Facts and Procedural History
[2] William and Diethric were married on October 27, 1990. They were separated when Diethric filed her petition for dissolution of marriage on November 15, 2021. In her petition, Diethric also sought “an equitable division of property owned by the parties ․” Appellant's App. Vol. II, p. 20.
[3] There were many delays, for the most part attributable to William's requests for continuances, before the court held its final hearing on May 3, 2024. At that time, the parties presented their proposed division of the marital assets.
[4] Diethric and William testified about the division of financial responsibilities during the marriage. Diethric paid for food, her car payment and insurance, repairs and gas for her car, her cell phone, her credit card balances, and other out-of-pocket expenses. She also paid for clothing, musical instruments, and sports equipment for their son while he lived at home. William paid the mortgage and utilities related to the marital home, his vehicle maintenance, and his vehicle insurance among other things. Diethric collected the documentation for the preparation of taxes, but William was responsible for submitting the documents. William made many payments online and kept and maintained financial information as to the online accounts. Diethric did not have access to passwords or other information for those accounts. And she was unaware of investments he made during the marriage.

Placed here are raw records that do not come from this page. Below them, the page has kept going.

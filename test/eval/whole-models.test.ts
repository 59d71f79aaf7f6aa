// Whole models built in the test, run by pleat's evaluator (float64 and float32) and by onnxruntime-node
// (graph optimizations disabled, the independent reference): residual CNN, depthwise CNN, 1-D conv stack,
// MLP, transposed-conv decoder, and the three demo models.
import { describe, expect, it } from 'vitest';
import { readFileSync } from 'node:fs';
import { join } from 'node:path';
import { GraphBuilder, modelBytes, randn, rng, uniform, f } from '../helpers/build.js';
import { runOrt, maxDiff } from '../helpers/ort.js';
import { parseModel } from '../../src/onnx/read.js';
import { runModel } from '../../src/eval/run.js';
import type { Value } from '../../src/eval/value.js';
import { ROOT } from '../helpers/cli.js';

type Build = (g: GraphBuilder, r: () => number) => { input: string; dims: number[] };

function convBnRelu(g: GraphBuilder, r: () => number, x: string, cin: number, cout: number, k: number[], o: { stride?: number; group?: number; relu?: boolean } = {}): string {
  const group = o.group ?? 1;
  const size = k.reduce((a, b) => a * b, 1);
  const w = g.init(`w${g.nodes.length}`, [cout, cin / group, ...k], randn(r, cout * (cin / group) * size, Math.sqrt(2 / ((cin / group) * size))));
  const pads = k.map((kk) => (kk - 1) >> 1);
  const c = g.node('Conv', [x, w], { kernel_shape: k, pads: [...pads, ...pads], strides: k.map(() => o.stride ?? 1), group });
  const p = (name: string, v: Float32Array) => g.init(`${name}${g.nodes.length}`, [cout], v);
  const bn = g.node('BatchNormalization', [c, p('s', uniform(r, cout, 0.5, 1.5)), p('b', randn(r, cout, 0.2)), p('m', randn(r, cout, 0.3)), p('v', uniform(r, cout, 0.3, 2))], { epsilon: f(1e-5) });
  return o.relu === false ? bn : g.node('Relu', [bn]);
}

const MODELS: Record<string, Build> = {
  'residual CNN': (g, r) => {
    g.input('x', [2, 3, 16, 16]);
    let h = convBnRelu(g, r, 'x', 3, 8, [3, 3]);
    for (let b = 0; b < 2; b++) {
      const a = convBnRelu(g, r, h, 8, 8, [3, 3]);
      const c = convBnRelu(g, r, a, 8, 8, [3, 3], { relu: false });
      h = g.node('Relu', [g.node('Add', [c, h])]);
    }
    const p = g.node('GlobalAveragePool', [h]);
    g.node('Flatten', [p], { axis: 1 }, { outputs: ['y'] });
    g.output('y');
    return { input: 'x', dims: [2, 3, 16, 16] };
  },
  'depthwise CNN': (g, r) => {
    g.input('x', [1, 4, 15, 15]);
    let h = convBnRelu(g, r, 'x', 4, 8, [3, 3], { stride: 2 });
    h = convBnRelu(g, r, h, 8, 8, [3, 3], { group: 8 });
    h = convBnRelu(g, r, h, 8, 16, [1, 1]);
    h = convBnRelu(g, r, h, 16, 16, [3, 3], { group: 16, stride: 2 });
    g.node('MaxPool', [h], { kernel_shape: [2, 2], strides: [2, 2], ceil_mode: 1 }, { outputs: ['y'] });
    g.output('y');
    return { input: 'x', dims: [1, 4, 15, 15] };
  },
  '1-D conv stack': (g, r) => {
    g.input('x', [1, 2, 64]);
    let h = convBnRelu(g, r, 'x', 2, 8, [5], { stride: 2 });
    h = convBnRelu(g, r, h, 8, 8, [3]);
    h = convBnRelu(g, r, h, 8, 16, [3], { stride: 2 });
    g.node('AveragePool', [h], { kernel_shape: [3], strides: [2], pads: [1, 1], count_include_pad: 0 }, { outputs: ['y'] });
    g.output('y');
    return { input: 'x', dims: [1, 2, 64] };
  },
  MLP: (g, r) => {
    g.input('x', [4, 10]);
    const h = g.node('Gemm', ['x', g.init('w0', [16, 10], randn(r, 160, 0.3)), g.init('b0', [16], randn(r, 16, 0.1))], { transB: 1 });
    const a = g.node('Relu', [h]);
    // BatchNormalization on (N, C) input: the dense-head form the ONNX operator documentation allows
    const n = g.node('BatchNormalization', [a, g.init('s', [16], uniform(r, 16, 0.5, 1.5)), g.init('b', [16], randn(r, 16)), g.init('m', [16], randn(r, 16)), g.init('v', [16], uniform(r, 16, 0.2, 2))], { epsilon: f(1e-5) });
    const o = g.node('MatMul', [n, g.init('w1', [16, 5], randn(r, 80, 0.3))]);
    g.node('Softmax', [o], { axis: 1 }, { outputs: ['y'] });
    g.output('y');
    return { input: 'x', dims: [4, 10] };
  },
  'transposed-conv decoder': (g, r) => {
    g.input('x', [1, 8, 5, 5]);
    const up = (x: string, cin: number, cout: number, group: number) => {
      const w = g.init(`tw${g.nodes.length}`, [cin, cout / group, 3, 3], randn(r, cin * (cout / group) * 9, 0.2));
      const t = g.node('ConvTranspose', [x, w], { kernel_shape: [3, 3], strides: [2, 2], pads: [1, 1, 1, 1], output_padding: [1, 1], group });
      const p = (name: string, v: Float32Array) => g.init(`${name}${g.nodes.length}`, [cout], v);
      return g.node('Relu', [g.node('BatchNormalization', [t, p('s', uniform(r, cout, 0.5, 1.5)), p('b', randn(r, cout, 0.2)), p('m', randn(r, cout, 0.3)), p('v', uniform(r, cout, 0.3, 2))])]);
    };
    const h = up(up('x', 8, 8, 2), 8, 4, 1);
    g.node('Sigmoid', [h], {}, { outputs: ['y'] });
    g.output('y');
    return { input: 'x', dims: [1, 8, 5, 5] };
  },
};

async function agree(bytes: Uint8Array, feeds: Record<string, { dims: number[]; data: Float32Array }>): Promise<void> {
  const model = parseModel(bytes, '/x');
  const ort = await runOrt(bytes, feeds);
  for (const precision of ['float64', 'float32'] as const) {
    const inputs = new Map<string, Value>(Object.entries(feeds).map(([k, v]) => [k, { type: 1, dims: v.dims, data: Float64Array.from(v.data) }]));
    const ours = runModel(model, inputs, { precision });
    for (const [name, ref] of Object.entries(ort)) {
      const v = ours.get(name)!;
      expect(v.dims).toEqual(ref.dims);
      const d = maxDiff(v.data, ref.data);
      // within float32 rounding of the reference's scale (onnxruntime computes in float32)
      expect(d.maxAbs, `${name} ${precision}`).toBeLessThanOrEqual(1e-5 * Math.max(d.scale, 1));
    }
  }
}

describe('whole models: pleat evaluator against onnxruntime-node', () => {
  for (const [name, build] of Object.entries(MODELS)) {
    it(name, async () => {
      const g = new GraphBuilder(name.replace(/\W+/g, '_'));
      const r = rng(name.length * 7919);
      const { input, dims } = build(g, r);
      const x = randn(rng(17), dims.reduce((a, b) => a * b, 1));
      await agree(modelBytes(g), { [input]: { dims, data: x } });
    });
  }

  for (const [file, input, dims] of [['tray-sorter.onnx', 'image', [1, 3, 64, 64]], ['pump-vibration.onnx', 'vibration', [1, 2, 256]], ['tray-edge.onnx', 'image', [1, 3, 64, 64]]] as const) {
    it(`demo model ${file}`, async () => {
      const x = randn(rng(23), dims.reduce((a, b) => a * b, 1));
      await agree(readFileSync(join(ROOT, 'models', file)), { [input]: { dims: [...dims], data: x } });
    });
  }
});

[5] The Langfords owned three properties: (1) the marital residence; (2) property in Tennessee; and (3) a timeshare. The parties stipulated to the admission of a certified appraisal for the marital residence, which reflected a value of $350,000.00 as of September 14, 2022. Ex. Vol. I, pp. 5-34 (Exhibit 1, Appraisal). However, Diethric also presented her marital estate summary, Exhibit 13, which was admitted by stipulation. Tr. Vol. II, p. 25; Ex. Vol. II, pp. 57-60; see also Ex. Vol. III, p. 147 (Pet. Ex. 100, Revised Marital Estate Summary). In that exhibit, Diethric adopted a Zillow estimate of $398,000.00 for the marital residence. The Tennessee property's appraised value was $56,000.00. And the timeshare was a $13,000.00 liability.
[6] Prior to and during the marriage, William worked for General Motors, retiring in June of 2021. Through his employment there, William made contributions to a GM Pension Plan. He chose to cash out his GM pension and roll it over into his GM Retirement Savings Plan (GM RSP) in 2021, at a loss. William submitted evidence of the value of the pension portion of his GM RSP. He urged the trial court to apply the coverture fraction formula to this asset. Evidence was presented that he withdrew $80,000.00 from his GM RSP two days after Diethric filed her petition and that at some point he had purchased a truck. However, other evidence established the valuation of William's GM RSP as of November 15, 2021, the date of filing. He also asked that the social security benefit portion of his pension plan be excluded as a marital asset from the pension valuation. In addition, William invested in a TD Ameritrade account. And he had a universal life insurance policy, referred to as the Group Variable Universal Life Insurance (GVUL) investment account.
[7] Diethric worked for Indianapolis Public Schools (IPS) and continues to do so. She delayed her retirement due to the length of the dissolution proceedings and her lack of access to marital funds. Diethric submitted paystubs as evidence of her earnings and the amounts deducted for her retirement account through INPRS, Indiana Public Retirement System. Diethric lives in a rental home and testified that the rent had recently increased to $1,350.00 per month during the pendency of the proceedings. She was placed on short term disability in 2023 for a right knee replacement, which kept her off work for around four months. Since the date of filing, she received one $10,000.00 distribution payment and one payment to reimburse her for medical expenses from marital estate funds.
[8] When their son was preparing for college, William and Diethric discussed their financial resources to help pay for their son's tuition. William informed Diethric that he did not have any funds to contribute and suggested that they take out Parent Plus Loans. They each took out a Parent Plus Loan for their son's tuition based on William's representations and Dietrich's lack of access to marital financial information. Diethric testified that, in her opinion, based on financial disclosures received during the dissolution proceedings, those loans were unnecessary.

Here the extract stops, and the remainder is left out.